Some argue that Goldman’s notoriety may matter little to the bank’s main constituents: shareholders and clients. Toyota and BP both sell products to ordinary consumers, making image maintenance a crucial concern. Goldman, on the other hand, generally confines its work to serving extremely wealthy people, companies and governments. Its success depends not on being liked, but on being respected for a pursuit that sometimes pulls in the opposite direction — racking up profits, even amid calamity.
Analysts say Goldman’s P.R. woes are compounded by a reality bigger than any one institution: it is a leading investment bank at a time when investment banks are as beloved as bedbugs, airlines and Congress.

(Page 7 of 7)
“It’s a problem of making obscene amounts of money in ways that no one understands in the middle of an economic meltdown,” suggests Mr. Dezenhall. “I don’t think there is a way to make people love a bank that earns money in the middle of a recession.”
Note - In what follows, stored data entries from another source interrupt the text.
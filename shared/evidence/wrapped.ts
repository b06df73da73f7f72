import type { Measure } from './marks.ts';

type Look = { readonly size: number; readonly isStrong?: boolean };

/**
 * Words in lines that are no wider than a width, broken at spaces; a word that is wider stands alone.
 *
 * Units: width mm, size points of print. Valid: never without a line. Source: [own].
 */
export function wrapped(
  words: string,
  width: number,
  measure: Measure,
  { size, isStrong = false }: Look,
): string[] {
  const lines: string[] = [];
  for (const word of words.split(/ +/)) {
    const longer = `${lines.at(-1) ?? ''} ${word}`;
    if (lines.length > 0 && measure(longer, size, isStrong) <= width)
      lines[lines.length - 1] = longer;
    else lines.push(word);
  }
  return lines;
}

/**
 * Words that fit into one line of a width, cut with an ellipsis where they are longer.
 *
 * Units: width mm, size points of print. Valid: any words. Source: [own].
 */
export function fitted(
  words: string,
  width: number,
  measure: Measure,
  { size, isStrong = false }: Look,
): string {
  if (measure(words, size, isStrong) <= width) return words;
  const letters = Array.from(words);
  while (letters.length > 0 && measure(`${letters.join('')}…`, size, isStrong) > width)
    letters.pop();
  return `${letters.join('').trimEnd()}…`;
}
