import { chainages } from '../geometry/chainages.ts';
import { pointAtChainage } from '../geometry/point-at-chainage.ts';
import type { PlanPoint, SpacePoint } from '../geometry/point.ts';
import { polylineParts } from '../geometry/polyline-parts.ts';
import { at } from '../numerics/at.ts';
import { intervalIndex } from '../numerics/interval-index.ts';

/**
 * A drawn line by its chainage: its length, its points, and which way it runs.
 *
 * Units: m; directions of length 1. Valid: chainages past an end are taken at it. Source: [own].
 */
export type LineOnGround = {
  readonly length: number;
  readonly pointAt: (chainage: number) => PlanPoint;
  readonly directionAt: (chainage: number) => PlanPoint;
  /** The points from one chainage to a larger one, its vertices with them. */
  readonly between: (from: number, to: number) => PlanPoint[];
};

/**
 * A drawn line by its chainage.
 *
 * Units: m. Valid: throws `zero-length` where two neighbours coincide. Source: [own].
 */
export function lineOnGround(line: readonly PlanPoint[]): LineOnGround {
  const flat = line.map(([e, n]): SpacePoint => [e, n, 0]);
  const [stations, parts] = [chainages(flat), polylineParts(flat)];
  const pointAt = (chainage: number): PlanPoint => {
    const [e, n] = pointAtChainage(flat, stations, chainage);
    return [e, n];
  };
  return {
    length: at(stations, stations.length - 1),
    pointAt,
    directionAt: (chainage) => parts[intervalIndex(stations, chainage)]?.direction ?? [1, 0],
    between: (from, to) => {
      const inside = line.filter((_, k) => at(stations, k) > from && at(stations, k) < to);
      return [pointAt(from), ...inside, pointAt(to)];
    },
  };
}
....read the continuation of page 6 as well as the full article...click here 


 Good PR - Bad PR, Who Cares?
Yes, they muffed their PR and honesty is usually the best policy but if honesty and as a result integrity were important in the course of doing business today, none of these things would have happened to begin with.

Let's face it, when it comes to profit in our mighty mega corporations today, safety, be it physical or financial, has no importance.  Our food supply is tainted as evidenced by the recent recall of billions of eggs that contaminated.  Our financial products are contaminated and laced with fraud and our vehicles seem to have faults that can kill us.  The actions by BP, as reported by some, foregoing safety for production (profit) created an ecological disaster that many of us will not live long enough to see its true consequences on our Gulf and environment.  For those of us that will be around, what will it really be like and what dangers will we encounter as a result?

As to the actions of Goldman Sachs and the ensuing worldwide financial crisis, we have not seen the end or the ultimate consequences of that yet either.  With much of the wealth of the world's population stripped out, hunger and homelessness and lack of affordable medical treatment increasing (I am speaking especially of here at home in the U.S.), what will the real issues and consequences be?  Will Goldman have contributed to the destruction of our way of life here as we have known it.  Have they destroyed that old motto and American Dream - a roof over everyone's head, a car in the driveway and two chickens in every pot (that was the goal back in the 50's).

The truth is, as I see it, is that the actions of Goldman Sachs along with their bankster buddies aided by the politicians we elected to protect us, will change the way of life of our millions of baby boomers  whose retirement incomes were stolen.  It will change the life of our children who will never have the same opportunities we once had.  In fact, instead of our children having a better lifestyle then we, they will for certain not even get close to what we had that they were raised in.  I have 4 children, all with college educations struggling at a time equivalent in my life I was enjoying the benefits of my hard work and dedication.

Goldman Sachs, as the NYT's article points out mishandled their PR and did not perform adequate crisis management, I say even if they had, the results you and I and our children are living with each day would not have been different.  Retirement funds would still be gone, homes in the millions would still be foreclosed on, food stamp participants still would increase to levels never before seen and those unemployed and underemployed would still be the same.

The problem with PR is that the U.S., its regulators and lawmakers spun the PR to the benefit of the guiltyl instead of publicizing the truth.  We need to talk more about how our Government handles or shall I say mishandles "Crisis Management" as well.